A good night of sleep starts the moment you wake up in the morning
Exercise is a key component to health and especially sleep. But what is important isn’t that we just get exercise but to do it in response to our day. There was a study done in Appalachian’s University. They took exercise and broke them into three groups; group A exercised at 7a, group B at 1p, group C at 7p. Group A spent 75% more time in the deepest most rejuvenated stages of sleep than other groups.
So it’s important to exercise in the morning. This doesn’t mean you can’t exercise in the afternoon, but this is key, is that by exercising early in the day, it supports that morning spike of cortisol that is so important for regulating normal cortisol rhythm and the rest of your day. So, do a walk in the morning, do some squats, some pushups, a power yoga session; essentially anything that activates your body and puts it into an active mode and rhythm and this small change will already help in sleep quality.
And what I recommend is that if you do exercise in the evening, try to do it at least 4-hours before going to bed; or if you are really gung ho about it, you can help reduce your evening body temperature which helps with sleep, by taking a cold shower after your exercise.
Getting sunlight during the day will also help with regulating your hormones. Research shows that by getting early morning sunlight will actually help lower your cortisol at night. If sunlight is limited in the region investing in to a full spectrum light is very beneficial for this.
Money-time Sleep
Timing sleep is like timing an investment. If you invest sleep at the right times you have the potential to get the most out of it. The research shows that the times for the possibility of the highest quality of sleep fall between 10p to 2a.

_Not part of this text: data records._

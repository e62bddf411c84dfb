import { couplet } from "../../src/gen/couplet.js";

import v1 = couplet.v1;

const { KINEMATICS_OPEN, KINEMATICS_CLOSED, KINEMATICS_FOLDED } = v1.Kinematics;

/** Hadrons of the made table: name, number, mass in MeV, antiparticle. */
const HADRONS: readonly (readonly [string, number | null, number, string | null])[] = [
  ["p", 2212, 938.3, "pbar"],
  ["n", 2112, 939.6, "nbar"],
  ["pi+", 211, 139.6, "pi-"],
  ["pi-", -211, 139.6, "pi+"],
  ["pi0", 111, 135, null],
  ["K-", -321, 493.7, "K+"],
  ["K+", 321, 493.7, "K-"],
  ["K0", 311, 497.6, "K0bar"],
  ["K*(892)-", -323, 892, "K*(892)+"],
  ["Sigma0", 3212, 1192.6, "Sigma0bar"],
];

/** An invented parent as plain values: hadron, total width in MeV, rows of daughters, parts per 10^9 and kinematics. */
export interface MadeParent {
  readonly hadron: readonly [string, number | null, number, string | null];
  readonly widthMeV: number;
  readonly rows: readonly (readonly [string, number, v1.Kinematics?])[];
}

export const DELTA: MadeParent = {
  hadron: ["Delta(1232)+", 2214, 1232, "Delta(1232)+bar"],
  widthMeV: 117,
  rows: [
    ["p pi0", 666_666_667],
    ["n pi+", 333_333_333],
    ["Sigma0 K+", 0, KINEMATICS_CLOSED],
  ],
};

export const K_STAR: MadeParent = {
  hadron: ["K*(892)+", 323, 892, "K*(892)-"],
  widthMeV: 50,
  rows: [
    ["K0 pi+", 666_666_666],
    ["K+ pi0", 333_333_334],
  ],
};

/** Too light for Delta pi at nominal masses: its decay goes through the width of the Delta. */
export const FOLDED: MadeParent = {
  hadron: ["X(1300)0", 9_900_001, 1300, "X(1300)0bar"],
  widthMeV: 80,
  rows: [
    ["p pi-", 400_000_000],
    ["Delta(1232)+ pi-", 600_000_000, KINEMATICS_FOLDED],
  ],
};

/** Decays through the width of an antiparticle whose particle has the table. */
export const CONJUGATE: MadeParent = {
  hadron: ["Y(1800)0", 9_900_002, 1800, "Y(1800)0bar"],
  widthMeV: 90,
  rows: [["p K*(892)-", 1_000_000_000, KINEMATICS_FOLDED]],
};

/** Half of its width has no daughters. */
export const HALF: MadeParent = {
  hadron: ["Z(1500)+", null, 1500, "Z(1500)+bar"],
  widthMeV: 100,
  rows: [
    ["p pi0", 200_000_000],
    ["n pi+", 300_000_000],
    ["", 500_000_000],
  ],
};

/** Decay tables of invented parents, as they come out of a file. */
export function madeDecays(parents: readonly MadeParent[]): v1.DecayTables {
  const message: v1.DecayTables.$Properties = {
    kind: "couplet.v1.DecayTables",
    header: { schemaMinor: 0, producer: "couplet 9.9.9", title: "made\nup", convention: "deswart-v1" },
    parents: parents.map(parentMessage),
    externals: HADRONS.map(hadronMessage),
  };
  return v1.DecayTables.decode(v1.DecayTables.encode(message).finish());
}

function hadronMessage([name, mcNumber, mass, antiparticle]: (typeof HADRONS)[number]) {
  return { name, mcNumber, mass, antiparticle };
}

function parentMessage({ hadron, widthMeV, rows }: MadeParent): v1.Parent.$Properties {
  const name = hadron[0];
  return {
    hadron: hadronMessage(hadron),
    totalWidth: widthMeV,
    rows: rows.map(([daughters, partsPerBillion, kinematics]) => ({
      id: `${name} -> ${daughters === "" ? "(remainder)" : daughters}`,
      daughters: daughters === "" ? [] : daughters.split(" ").map((daughter) => ({ name: daughter })),
      partsPerBillion,
      kinematics: kinematics ?? KINEMATICS_OPEN,
    })),
  };
}
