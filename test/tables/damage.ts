import { InputError, TableError } from "../../src/errors.js";

/** What a reader did with changed bytes: the class it threw, or `accepted`. */
export type Outcome = "not ours" | "damaged" | "accepted" | "crashed";

/** What a reader makes of some bytes. */
export function outcome(read: (bytes: Uint8Array) => unknown, bytes: Uint8Array): Outcome {
  try {
    read(bytes);
    return "accepted";
  } catch (error) {
    if (error instanceof InputError) return "not ours";
    return error instanceof TableError ? "damaged" : "crashed";
  }
}

/** Every file that differs from `bytes` in one byte, with the place of that byte; each is valid until the next. */
export function* changedBytes(
  bytes: Uint8Array,
  values: readonly number[],
): Generator<{ readonly place: number; readonly bytes: Uint8Array }> {
  const changed = Uint8Array.from(bytes);
  for (let place = 0; place < bytes.length; place++) {
    for (const change of values) {
      changed[place] = bytes[place]! ^ change;
      yield { place, bytes: changed };
    }
    changed[place] = bytes[place]!;
  }
}
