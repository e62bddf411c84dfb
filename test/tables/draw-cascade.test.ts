import { describe, expect, test } from "vitest";
import { DEMO_STUDY } from "../../src/cli/demo-study.js";
import { InputError, TableError } from "../../src/errors.js";
import { couplet } from "../../src/gen/couplet.js";
import { decodeDecays } from "../../src/tables/decode-decays.js";
import { type CascadeParticle, cascadeDrawer } from "../../src/tables/draw-cascade.js";
import { encodeDecays } from "../../src/tables/encode-decays.js";
import { tableHadrons } from "../../src/tables/evaluate-rows.js";
import { breakupMomentumMeV } from "../../src/widths/breakup-momentum.js";
import { cumulativeAt, type DrawGrid } from "../../src/widths/draw-mass.js";
import { studyText, tablesOf } from "../chain/run.js";
import { seededIntegers } from "../support/seeded-integers.js";
import { kolmogorovSmirnov, ONE_IN_A_MILLION } from "../widths/kolmogorov-smirnov.js";

import v1 = couplet.v1;

const decoded = (text: string) => decodeDecays(encodeDecays(tablesOf(text)), "made.pb");
const TABLES = {
  demo: decoded(DEMO_STUDY),
  mesons: decoded(studyText("mesons-whole")),
  n1520: decoded(studyText("n1520-delta-pi")),
};

function uniformNumbers(): () => number {
  const random = seededIntegers(20261202);
  return () => random.below(2 ** 31) / 2 ** 31;
}

const copyOf = (tables: v1.DecayTables) => v1.DecayTables.decode(v1.DecayTables.encode(tables).finish());
const parentOf = (tables: v1.DecayTables, name: string) =>
  tables.parents.find(({ hadron }) => hadron?.name === name)!;

/** The tables with one row alone of a parent: every decay of it is this one. */
function onlyRow(tables: v1.DecayTables, parent: string, id: string): v1.DecayTables {
  const copy = copyOf(tables);
  const rows = parentOf(copy, parent);
  rows.rows = rows.rows.filter((row) => row.id === id);
  return copy;
}

function gridOf(tables: v1.DecayTables, name: string): DrawGrid {
  const { low, distances, cumulative, power } = tableHadrons(tables).get(name)!.lineShape!;
  return { originMeV: low!, distancesMeV: distances!, cumulative: cumulative!, power: power! };
}

/** Cumulative distribution of a mass with the density rho K below `highMeV`, added up in 20,000 steps. */
function integrated(grid: DrawGrid, highMeV: number, K: (w: number) => number): (w: number) => number {
  const high = Math.min(highMeV, grid.originMeV + grid.distancesMeV.at(-1)!);
  const steps = 20_000;
  const step = (high - grid.originMeV) / steps;
  const sums = [0];
  for (let k = 0; k < steps; k++) {
    const low = grid.originMeV + k * step;
    const chance = cumulativeAt(grid, low + step) - cumulativeAt(grid, low);
    sums.push(sums[k]! + chance * K(low + step / 2));
  }
  return (w) => sums[Math.min(steps, Math.round((w - grid.originMeV) / step))]! / sums[steps]!;
}

describe("masses of daughters follow their line shapes times K", () => {
  const { waves } = parentOf(TABLES.n1520, "N(1520)+").rows[0]!;
  const barrier = (strength: (wave: number) => number, M: number) => (w: number) => {
    const q = breakupMomentumMeV(M, w, 139.57039);
    const z = (q / 197.3269804) ** 2;
    return q * (strength(0) + (strength(1) * z * z) / (9 + 3 * z + z * z));
  };
  const fitted = (wave: number) => waves[wave]!.flavourAmplitude! ** 2;
  const deltaPi = ["N(1520)+", "N(1520)+ -> Delta(1232)++ pi-", 139.57039] as const;
  const rhoPi = ["a2(1320)+", "a2(1320)+ -> rho(770)+ pi0", 134.9768] as const;
  const left = 1318.2 - 134.9768;
  const cases = [
    {
      what: "two folded waves",
      of: TABLES.n1520,
      row: deltaPi,
      M: 1515,
      K: barrier(fitted, 1515),
      wrong: barrier((wave) => 1 - wave, 1515),
    },
    {
      what: "a row open only through the width of a daughter",
      of: TABLES.n1520,
      row: deltaPi,
      M: 1300,
      K: barrier(fitted, 1300),
      wrong: () => 1,
    },
    {
      what: "a row outside the symmetry",
      of: TABLES.mesons,
      row: rhoPi,
      M: 1318.2,
      K: (w: number) => (left - w) ** 2.5,
      wrong: (w: number) => (left - w) ** 1.5,
    },
  ];

  test.each(cases)(
    "$what: a sample passes that a wrong K fails",
    ({ of, row: [parent, id, other], M, K, wrong }) => {
      const drawer = cascadeDrawer(onlyRow(of, parent, id));
      const uniform = uniformNumbers();
      const sample = Array.from({ length: 20_000 }, () => drawer.draw(parent, uniform, M)[1]!.massMeV);
      const grid = gridOf(of, parentOf(of, parent).rows.find((row) => row.id === id)!.daughters![0]!.name!);
      expect(kolmogorovSmirnov(sample, integrated(grid, M - other, K))).toBeLessThan(ONE_IN_A_MILLION);
      expect(kolmogorovSmirnov(sample, integrated(grid, M - other, wrong))).toBeGreaterThan(ONE_IN_A_MILLION);
    },
  );
});

/** Draws of each key, among draws with these chances, within 5 standard deviations: all of them. */
function expectCounts(
  counts: ReadonlyMap<string, number>,
  chances: ReadonlyMap<string, number>,
  draws: number,
) {
  for (const key of counts.keys()) expect(chances.get(key) ?? 0, key).toBeGreaterThan(0);
  for (const [key, chance] of chances) {
    const sigma = Math.sqrt(chance * (1 - chance) * draws);
    // A rare row has a Poisson distribution: 8 where almost none is expected has a chance below 1e-6.
    expect(Math.abs((counts.get(key) ?? 0) - chance * draws), key).toBeLessThan(5 * sigma + 8);
  }
}

function counted(keys: readonly string[]): Map<string, number> {
  const counts = new Map<string, number>();
  for (const key of keys) counts.set(key, (counts.get(key) ?? 0) + 1);
  return counts;
}

describe("rows", () => {
  test("come out with their fractions integrated over the line shape: mass first, then the row at that mass", () => {
    const uniform = uniformNumbers();
    const drawer = cascadeDrawer(TABLES.mesons);
    for (const { hadron, rows } of TABLES.mesons.parents) {
      const drawn = Array.from({ length: 5000 }, () => drawer.draw(hadron!.name!, uniform)[0]!.row!.id!);
      const chances = rows!.map(
        (row) => [row.id!, row.integratedFraction ?? row.partsPerBillion! / 1e9] as const,
      );
      expectCounts(counted(drawn), new Map(chances), drawn.length);
    }
    // f2(1270) -> eta eta: the nominal fraction is not what comes out.
    const { rows } = parentOf(TABLES.mesons, "f2(1270)");
    const etas = rows.find(({ id }) => id === "f2(1270) -> eta eta")!;
    const n = 20_000;
    const drawn = Array.from({ length: n }, () => drawer.draw("f2(1270)", uniform)[0]!.row!.id);
    const excess = drawn.filter((id) => id === etas.id).length - (n * etas.partsPerBillion!) / 1e9;
    expect(Math.abs(excess)).toBeGreaterThan(5 * Math.sqrt((n * etas.partsPerBillion!) / 1e9));
  });

  test("down the chain: omega and its pi0 decay with the products of their fractions", () => {
    const [omega, pi0] = ["omega(782)", "pi0"].map((name) => parentOf(TABLES.mesons, name).rows) as [
      v1.Row[],
      v1.Row[],
    ];
    const chances = omega.flatMap((row): [string, number][] =>
      row.daughters!.some(({ name }) => name === "pi0")
        ? pi0.map((second) => [
            `${row.id}, ${second.id}`,
            (row.integratedFraction ?? 0) * (second.partsPerBillion! / 1e9),
          ])
        : [[row.id!, row.integratedFraction ?? 0]],
    );
    const drawer = cascadeDrawer(TABLES.mesons);
    const uniform = uniformNumbers();
    const drawn = Array.from({ length: 40_000 }, () => {
      const cascade = drawer.draw("omega(782)", uniform);
      const second = cascade[0]!.daughters.map((k) => cascade[k]!).find(({ name }) => name === "pi0");
      return [cascade[0]!.row!.id, ...(second === undefined ? [] : [second.row!.id])].join(", ");
    });
    expectCounts(counted(drawn), new Map(chances), drawn.length);
  });
});

describe.each(Object.entries(TABLES))("cascades of %s", (name, tables) => {
  const hadrons = tableHadrons(tables);
  const antiparticles = new Map([...hadrons.values()].map((hadron) => [hadron.antiparticle, hadron]));
  const charges = (of: string): [number, number] => {
    const own = hadrons.get(of);
    if (own !== undefined) return [own.charge ?? 0, own.baryonNumber ?? 0];
    const { charge, baryonNumber } = antiparticles.get(of)!;
    return [0 - (charge ?? 0), 0 - (baryonNumber ?? 0)];
  };
  const ended = (cascade: readonly CascadeParticle[]) => cascade.filter(({ end }) => end !== "decayed");

  test("of particles and antiparticles conserve charge and baryon number, and daughters are lighter than mothers", () => {
    const drawer = cascadeDrawer(tables);
    const uniform = uniformNumbers();
    for (const { hadron } of tables.parents) {
      for (const start of [hadron!.name!, hadron!.antiparticle ?? hadron!.name!]) {
        for (let k = 0; k < 200; k++) {
          const cascade = drawer.draw(start, uniform);
          cascade.forEach(({ massMeV, daughters, mother }, place) => {
            const masses = daughters.map((d) => cascade[d]!.massMeV);
            if (daughters.length > 0) expect(masses.reduce((a, b) => a + b, 0)).toBeLessThan(massMeV);
            for (const d of daughters) expect(cascade[d]!.mother).toBe(place);
            expect(mother).toBeLessThan(place);
            expect(massMeV).toBeGreaterThanOrEqual(0);
          });
          const sums = ended(cascade).map((particle) => charges(particle.name));
          expect([0, 1].map((c) => sums.reduce((sum, each) => sum + each[c]!, 0))).toEqual(charges(start));
        }
      }
    }
  });

  test("end in particles without rows, but for the remainders of the studies that leave some", () => {
    const drawer = cascadeDrawer(tables);
    const uniform = uniformNumbers();
    const ends = new Set(
      tables.parents.flatMap(({ hadron }) =>
        Array.from({ length: 100 }, () =>
          ended(drawer.draw(hadron!.name!, uniform)).map(({ end }) => end),
        ).flat(),
      ),
    );
    expect([...ends].sort()).toEqual(name === "mesons" ? ["left"] : ["left", "undecayable"]);
  });
});

describe("edges", () => {
  const drawer = cascadeDrawer(TABLES.demo);

  test("an antiparticle decays by the conjugate rows where the table implies it, and is refused elsewhere", () => {
    const particle = drawer.draw("Sigma0bar", uniformNumbers(), 1192.642);
    expect(particle.map(({ name }) => name)).toEqual(["Sigma0bar", "Lambdabar", "gamma"]);
    expect(particle[0]!.conjugate).toBe(true);
    const rows = copyOf(TABLES.demo);
    rows.header!.policies!.antiparticles = "rows";
    const known = TABLES.demo.parents.map(({ hadron }) => hadron!.name).join(", ");
    expect(() => cascadeDrawer(rows).draw("Sigma0bar", Math.random)).toThrow(
      new InputError(`no rows for "Sigma0bar" in this table; there are: ${known}`),
    );
  });

  test("a mass below every threshold ends the branch, one that is none is refused", () => {
    expect(drawer.draw("N(1577)+", Math.random, 500)).toEqual([
      { name: "N(1577)+", massMeV: 500, mother: -1, end: "closed", conjugate: false, daughters: [] },
    ]);
    expect(() => drawer.draw("pi0", Math.random, 0)).toThrow(
      new InputError("mass of the parent: expected a finite number > 0, got 0. Give the mass in MeV."),
    );
  });

  test("a row with one daughter, and decays that do not end, are refused", () => {
    const single = copyOf(TABLES.demo);
    const pi0 = parentOf(single, "pi0").rows;
    pi0[1]!.daughters!.pop();
    expect(() => cascadeDrawer(single)).toThrow(
      new TableError("pi0 -> gamma gamma: expected two daughters or more, got 1"),
    );
    const endless = copyOf(TABLES.demo);
    const lineShape = { low: 0, high: 100, distances: [1, 100], cumulative: [0.01, 1], power: 1 };
    Object.assign(parentOf(endless, "pi0").hadron!, { lineShape, width: 10 });
    parentOf(endless, "pi0").rows = [
      v1.Row.create({
        id: "endless",
        daughters: [{ name: "pi0" }, { name: "pi0" }],
        power: 0,
        threshold: 0,
        width: { value: 1 },
        partsPerBillion: 1_000_000_000,
      }),
    ];
    expect(() => cascadeDrawer(endless).draw("pi0", uniformNumbers())).toThrow(
      new TableError("pi0: expected decays that end, got 1000 particles"),
    );
  });
});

This is because melatonin, human growth hormone, and reparative enzymes peak at this time during the night. So if we ignore this we can miss this window of the most regenerative sleep time. This is so normal, I even tend to get quite sleepy around 8p, but I push past it and distract my mind with watching TV, making a late dinner, reading, or other activities that by the time I check my watch again, it’s already 12 midnight and I’m not sleepy.
What this does is that it wastes that reparative and regeneration peak time if I go push passed the sleepiness in the evening. So I’m learning to listen to my body when it is sleepy and that helps in taking advantage of the most optimal sleep quality. What’s important is to go to bed within 2-3 hours of the sun going down, so it is in conjunction to the seasons.
Other things you can try:
- Sleep outdoors
- Reduce or stop electronic screen time 2 hours before bed. I understand that this can be a very difficult challenge for many of us, so as a substitute use programs or tools that reduce the blue spectrum of light that we collect from screens. This include a program called f.lux on the computer or blue filter glasses.
- Evaluate the room. Design a sleep environment that supports sleep. Reducing noises or other distractions, have a comfortable mattress and linens, and reduce electronic devices near or around the bed.